*Assignment*: Reproduce, exactly and in full, only the lines below from the one containing "for (const at" through the one containing "def initialize(self, version: str, build_data: dict[str, Any])".

*Raw data*:
====

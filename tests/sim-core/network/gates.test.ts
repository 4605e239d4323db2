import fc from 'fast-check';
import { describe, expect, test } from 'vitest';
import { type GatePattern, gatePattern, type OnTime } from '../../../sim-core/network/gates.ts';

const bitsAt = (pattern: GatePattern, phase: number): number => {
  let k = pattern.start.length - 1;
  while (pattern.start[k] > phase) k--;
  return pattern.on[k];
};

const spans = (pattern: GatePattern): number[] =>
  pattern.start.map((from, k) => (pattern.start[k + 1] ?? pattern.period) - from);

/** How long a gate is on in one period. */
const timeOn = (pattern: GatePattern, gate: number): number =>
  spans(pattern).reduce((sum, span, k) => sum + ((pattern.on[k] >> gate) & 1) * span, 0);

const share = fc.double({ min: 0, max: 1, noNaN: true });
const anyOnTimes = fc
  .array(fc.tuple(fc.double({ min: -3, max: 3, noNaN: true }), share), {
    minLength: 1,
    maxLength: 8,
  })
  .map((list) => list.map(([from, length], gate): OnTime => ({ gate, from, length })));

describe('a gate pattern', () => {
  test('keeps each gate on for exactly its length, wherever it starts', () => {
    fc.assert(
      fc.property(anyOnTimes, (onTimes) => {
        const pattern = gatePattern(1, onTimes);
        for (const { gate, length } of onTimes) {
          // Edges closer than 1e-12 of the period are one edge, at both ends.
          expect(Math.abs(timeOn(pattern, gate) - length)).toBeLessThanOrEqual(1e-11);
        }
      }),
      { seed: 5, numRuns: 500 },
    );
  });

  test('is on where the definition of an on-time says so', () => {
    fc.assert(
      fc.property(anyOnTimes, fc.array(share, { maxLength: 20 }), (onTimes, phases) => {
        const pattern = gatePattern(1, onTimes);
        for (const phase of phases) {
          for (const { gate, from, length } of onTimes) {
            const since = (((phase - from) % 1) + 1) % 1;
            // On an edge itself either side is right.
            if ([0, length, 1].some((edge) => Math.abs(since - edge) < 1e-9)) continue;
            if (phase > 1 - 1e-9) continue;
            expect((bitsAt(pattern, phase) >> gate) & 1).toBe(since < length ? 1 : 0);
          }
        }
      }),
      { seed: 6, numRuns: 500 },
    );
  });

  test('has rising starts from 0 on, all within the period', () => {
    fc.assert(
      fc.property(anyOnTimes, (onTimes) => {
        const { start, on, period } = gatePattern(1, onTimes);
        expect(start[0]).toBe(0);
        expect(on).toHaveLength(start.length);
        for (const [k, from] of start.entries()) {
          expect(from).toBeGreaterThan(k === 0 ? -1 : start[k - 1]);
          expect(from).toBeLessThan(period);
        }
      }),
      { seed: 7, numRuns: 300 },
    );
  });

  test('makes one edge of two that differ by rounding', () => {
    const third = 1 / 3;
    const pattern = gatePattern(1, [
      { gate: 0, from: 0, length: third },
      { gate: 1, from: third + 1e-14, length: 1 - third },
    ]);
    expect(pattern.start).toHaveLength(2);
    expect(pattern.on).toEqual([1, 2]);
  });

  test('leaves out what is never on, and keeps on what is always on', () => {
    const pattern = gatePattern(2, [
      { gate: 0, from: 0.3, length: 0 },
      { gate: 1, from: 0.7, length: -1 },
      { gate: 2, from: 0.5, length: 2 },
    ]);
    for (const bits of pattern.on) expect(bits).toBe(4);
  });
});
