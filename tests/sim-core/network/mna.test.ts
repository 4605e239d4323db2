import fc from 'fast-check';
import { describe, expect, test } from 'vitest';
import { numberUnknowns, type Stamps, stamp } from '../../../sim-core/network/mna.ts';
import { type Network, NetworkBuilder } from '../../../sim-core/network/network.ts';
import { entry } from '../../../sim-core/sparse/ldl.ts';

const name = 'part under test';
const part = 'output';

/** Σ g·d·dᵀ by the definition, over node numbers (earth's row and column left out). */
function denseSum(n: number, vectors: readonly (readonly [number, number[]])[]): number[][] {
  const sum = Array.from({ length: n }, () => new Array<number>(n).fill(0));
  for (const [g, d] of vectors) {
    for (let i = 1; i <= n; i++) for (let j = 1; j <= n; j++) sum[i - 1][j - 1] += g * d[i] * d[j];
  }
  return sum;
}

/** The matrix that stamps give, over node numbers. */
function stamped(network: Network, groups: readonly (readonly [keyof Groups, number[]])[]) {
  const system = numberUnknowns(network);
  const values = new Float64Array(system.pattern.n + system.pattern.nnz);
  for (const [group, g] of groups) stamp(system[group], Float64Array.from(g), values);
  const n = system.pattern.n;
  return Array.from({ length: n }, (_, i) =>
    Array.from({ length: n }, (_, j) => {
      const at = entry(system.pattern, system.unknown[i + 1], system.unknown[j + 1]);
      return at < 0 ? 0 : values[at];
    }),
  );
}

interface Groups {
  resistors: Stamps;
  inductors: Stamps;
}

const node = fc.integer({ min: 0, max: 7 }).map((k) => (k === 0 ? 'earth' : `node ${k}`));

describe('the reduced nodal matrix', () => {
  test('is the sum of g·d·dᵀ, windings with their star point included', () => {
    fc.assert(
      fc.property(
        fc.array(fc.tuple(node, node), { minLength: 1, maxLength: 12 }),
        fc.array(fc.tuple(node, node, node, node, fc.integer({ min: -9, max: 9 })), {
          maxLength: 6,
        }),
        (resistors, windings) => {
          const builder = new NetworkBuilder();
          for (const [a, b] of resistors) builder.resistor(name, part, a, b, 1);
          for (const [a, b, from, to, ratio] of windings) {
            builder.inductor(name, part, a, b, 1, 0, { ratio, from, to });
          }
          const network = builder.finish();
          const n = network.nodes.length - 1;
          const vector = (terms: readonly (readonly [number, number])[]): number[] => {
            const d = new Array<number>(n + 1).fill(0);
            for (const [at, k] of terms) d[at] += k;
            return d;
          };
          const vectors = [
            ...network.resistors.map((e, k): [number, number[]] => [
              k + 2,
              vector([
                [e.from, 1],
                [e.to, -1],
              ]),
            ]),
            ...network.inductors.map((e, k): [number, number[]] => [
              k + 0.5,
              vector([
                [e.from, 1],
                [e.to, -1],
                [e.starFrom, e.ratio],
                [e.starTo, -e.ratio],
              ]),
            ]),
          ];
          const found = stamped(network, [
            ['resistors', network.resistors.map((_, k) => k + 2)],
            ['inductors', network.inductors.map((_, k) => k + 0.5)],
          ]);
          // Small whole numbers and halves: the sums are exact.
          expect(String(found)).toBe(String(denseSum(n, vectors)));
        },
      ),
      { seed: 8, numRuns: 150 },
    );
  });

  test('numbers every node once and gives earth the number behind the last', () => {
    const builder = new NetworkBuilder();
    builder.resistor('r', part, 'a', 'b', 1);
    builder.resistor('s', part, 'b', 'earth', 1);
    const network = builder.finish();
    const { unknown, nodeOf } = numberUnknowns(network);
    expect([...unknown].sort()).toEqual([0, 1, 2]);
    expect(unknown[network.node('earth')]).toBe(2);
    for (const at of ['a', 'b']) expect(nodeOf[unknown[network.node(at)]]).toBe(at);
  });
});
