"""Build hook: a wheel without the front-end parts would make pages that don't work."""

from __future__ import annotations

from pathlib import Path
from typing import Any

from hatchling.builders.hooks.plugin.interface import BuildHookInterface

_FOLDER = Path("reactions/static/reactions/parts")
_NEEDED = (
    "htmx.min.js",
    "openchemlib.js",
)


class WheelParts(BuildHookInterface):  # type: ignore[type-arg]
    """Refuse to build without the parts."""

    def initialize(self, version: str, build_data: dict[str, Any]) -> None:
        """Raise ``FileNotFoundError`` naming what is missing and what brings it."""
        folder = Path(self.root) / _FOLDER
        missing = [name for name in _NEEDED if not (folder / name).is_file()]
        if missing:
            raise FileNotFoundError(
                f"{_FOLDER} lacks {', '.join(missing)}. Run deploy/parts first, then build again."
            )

====

*Result of this exercise*:
    for (const at of ['a', 'b']) expect(nodeOf[unknown[network.node(at)]]).toBe(at);
  });
});
"""Build hook: a wheel without the front-end parts would make pages that don't work."""

from __future__ import annotations

from pathlib import Path
from typing import Any

from hatchling.builders.hooks.plugin.interface import BuildHookInterface

_FOLDER = Path("reactions/static/reactions/parts")
_NEEDED = (
    "htmx.min.js",
    "openchemlib.js",
)


class WheelParts(BuildHookInterface):  # type: ignore[type-arg]
    """Refuse to build without the parts."""

    def initialize(self, version: str, build_data: dict[str, Any]) -> None:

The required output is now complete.